As a member of the OECD, US legislators are mulling decisions about implementing the BEPS proposals, some of which are opposed by some trade groups.
However, the US also faces the problem of its multinationals resorting to the practice of inversion, by which a US corporation buys a company in a foreign jurisdiction with a low corporate tax rate then adopts the domicile of its new acquisition. The proposed $20bn merger of Wisconsin-based Johnson Controls with Dublin’s Tyco International is the latest inversion to hit the headlines, following New York-based Pfizer’s proposed acquisition of Dublin-based Allergan.

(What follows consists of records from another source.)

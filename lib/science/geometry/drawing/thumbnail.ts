import { meshBounds, middleOf, type Mesh } from "../mesh";
import { drawMesh } from "./draw-mesh";
import { pathOf } from "./drawn-view";
import type { DrawnFan } from "./fan-drawing";
import { simplified } from "./polylines";
import { drawableMesh } from "./sharp-edges";
import { frontView } from "./view";

/** A front view as one path, mm, y downwards. */
export interface SmallFront {
  readonly minX: number;
  readonly minY: number;
  readonly width: number;
  readonly height: number;
  readonly d: string;
}

const PIXELS = 500;
/** A thumbnail is some 80 px across, so that a third of a pixel is thinned away. */
const TOLERANCE_SHARE = 1 / 240;
const MARGIN_SHARE = 1 / 60;

/** The front view of a fan's mesh (mm) without dimensions, thinned for a small picture. */
export function smallFront(mesh: Mesh, fan: DrawnFan): SmallFront {
  const bounds = meshBounds(mesh);
  const about = fan.axis?.pointMm ?? (bounds ? middleOf(bounds) : ([0, 0, 0] as const));
  const drawn = drawMesh(drawableMesh(mesh), frontView(fan.axis?.direction ?? [0, 0, 1]), { about, pixels: PIXELS });
  const longer = Math.max(drawn.maxX - drawn.minX, drawn.maxY - drawn.minY);
  const margin = longer * MARGIN_SHARE;
  return {
    minX: drawn.minX - margin,
    minY: -drawn.maxY - margin,
    width: drawn.maxX - drawn.minX + 2 * margin,
    height: drawn.maxY - drawn.minY + 2 * margin,
    d: drawn.lines.map((line) => pathOf(simplified(line, longer * TOLERANCE_SHARE))).join(""),
  };
}
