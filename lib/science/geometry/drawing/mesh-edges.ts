import type { Mesh } from "../mesh";

/** Undirected edges of a mesh with the triangles on both sides. */
export interface MeshEdges {
  readonly count: number;
  /** Two vertices an edge, the lower first. */
  readonly ends: Uint32Array;
  /** Two triangles an edge; −1 for none. Edges of three triangles or more come once for each two of them. */
  readonly sides: Int32Array;
}

/** Collects the edges in linear time: half-edges are sorted by their lower vertex, then matched inside its run. */
export function meshEdges({ positions, triangles }: Mesh): MeshEdges {
  const vertices = positions.length / 3;
  const starts = new Uint32Array(vertices + 2);
  const halves = triangles.length;
  for (let h = 0; h < halves; h++) {
    const low = lowEnd(triangles, h) + 2;
    starts[low] = (starts[low] ?? 0) + 1;
  }
  for (let v = 2; v < starts.length; v++) starts[v] = (starts[v] ?? 0) + (starts[v - 1] ?? 0);
  const sorted = new Uint32Array(halves);
  for (let h = 0; h < halves; h++) {
    const slot = lowEnd(triangles, h) + 1;
    const at = starts[slot] ?? 0;
    sorted[at] = h;
    starts[slot] = at + 1;
  }
  const ends = new Uint32Array(2 * halves);
  const sides = new Int32Array(2 * halves);
  // For each higher vertex of a run: the edge that waits for its second triangle.
  const waiting = new Int32Array(vertices).fill(-1);
  let count = 0;
  for (let v = 0; v < vertices; v++) {
    const [from, to] = [starts[v] ?? 0, starts[v + 1] ?? 0];
    for (let i = from; i < to; i++) {
      const h = sorted[i] ?? 0;
      const high = highEnd(triangles, h);
      if (high === v) continue;
      const edge = waiting[high] ?? -1;
      if (edge >= 0) {
        sides[2 * edge + 1] = (h / 3) | 0;
        waiting[high] = -1;
        continue;
      }
      ends[2 * count] = v;
      ends[2 * count + 1] = high;
      sides[2 * count] = (h / 3) | 0;
      sides[2 * count + 1] = -1;
      waiting[high] = count++;
    }
    for (let i = from; i < to; i++) waiting[highEnd(triangles, sorted[i] ?? 0)] = -1;
  }
  return { count, ends: ends.subarray(0, 2 * count), sides: sides.subarray(0, 2 * count) };
}

const nextHalf = (h: number): number => (h % 3 === 2 ? h - 2 : h + 1);
const lowEnd = (t: Uint32Array, h: number): number => Math.min(t[h] ?? 0, t[nextHalf(h)] ?? 0);
const highEnd = (t: Uint32Array, h: number): number => Math.max(t[h] ?? 0, t[nextHalf(h)] ?? 0);
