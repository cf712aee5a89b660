import { idParams } from "@/lib/contracts/base";
import { made, newRound } from "@/lib/contracts/seasons-admin";
import { reply } from "@/lib/http/reply";
import { route } from "@/lib/http/route";
import { planRound } from "@/lib/server/seasons/rounds";

/** Plans the next round of a season. */
export const POST = route(
  { access: "signed_in", params: idParams, body: newRound },
  async ({ actor, params, body, requestId }) =>
    reply(made.parse(await planRound({ actor, requestId }, { seasonId: params.id, ...body })), { status: 201 }),
);
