import { idParams } from "@/lib/contracts/base";
import { sendBackAnswer, sendBackBody } from "@/lib/contracts/review";
import { route } from "@/lib/http/route";
import { sendBack } from "@/lib/server/review/sign-round";

/** Sends entries of a round in review back to the bench, each with its reason. */
export const POST = route(
  { access: "signed_in", params: idParams, body: sendBackBody },
  async ({ actor, params, body, requestId }) =>
    sendBackAnswer.parse(
      await sendBack(
        { actor, requestId },
        { roundId: params.id, remark: body.note, entries: body.entries, at: new Date() },
      ),
    ),
);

The reason for the exodus is clear: multinationals consider the US corporate tax rate, at 35%, too high. And it is one of the few countries to tax a company on its worldwide operations. In addition, US companies can defer paying taxes on income earned abroad until it is brought home. As a result, US corporations are estimated to hold some $1900bn in offshore tax havens, with no intention of repatriating it.
In November 2015, the US Treasury announced yet another set of rules to try to curb the outflow. But there is consensus that until policymakers change the tax structure, the trend will continue.
Indeed, Mihir A Desai, a finance professor at Harvard Business School, argues that if the government addresses the problem only through anti-inversion regulations – without reform of the tax rate and without implementing a territorial tax system – it will be counterproductive. Mr Desai says it will draw a line that defines some transactions as inversions and others as genuine mergers. “The winners will be larger non-US firms that can buy US firms and have the deal not be characterised as an inversion,” he says.
Meanwhile, the Australian tax office has already taken aggressive action to name and shame domestic and multinational companies that paid little or no tax by, in 2014, publishing the tax details of 1500 large corporations. Tax commissioner Chris Jordan warned that some foreign-owned entities operating in Australia “are overly aggressive in the way they structure their operations".
“Large corporates now have to consider the impact of their tax information as a factor in managing their reputation with the markets, their shareholders, their consumers and in the Australian community,” Mr Jordan said. It is a lesson multinationals in other jurisdictions may well take to heart.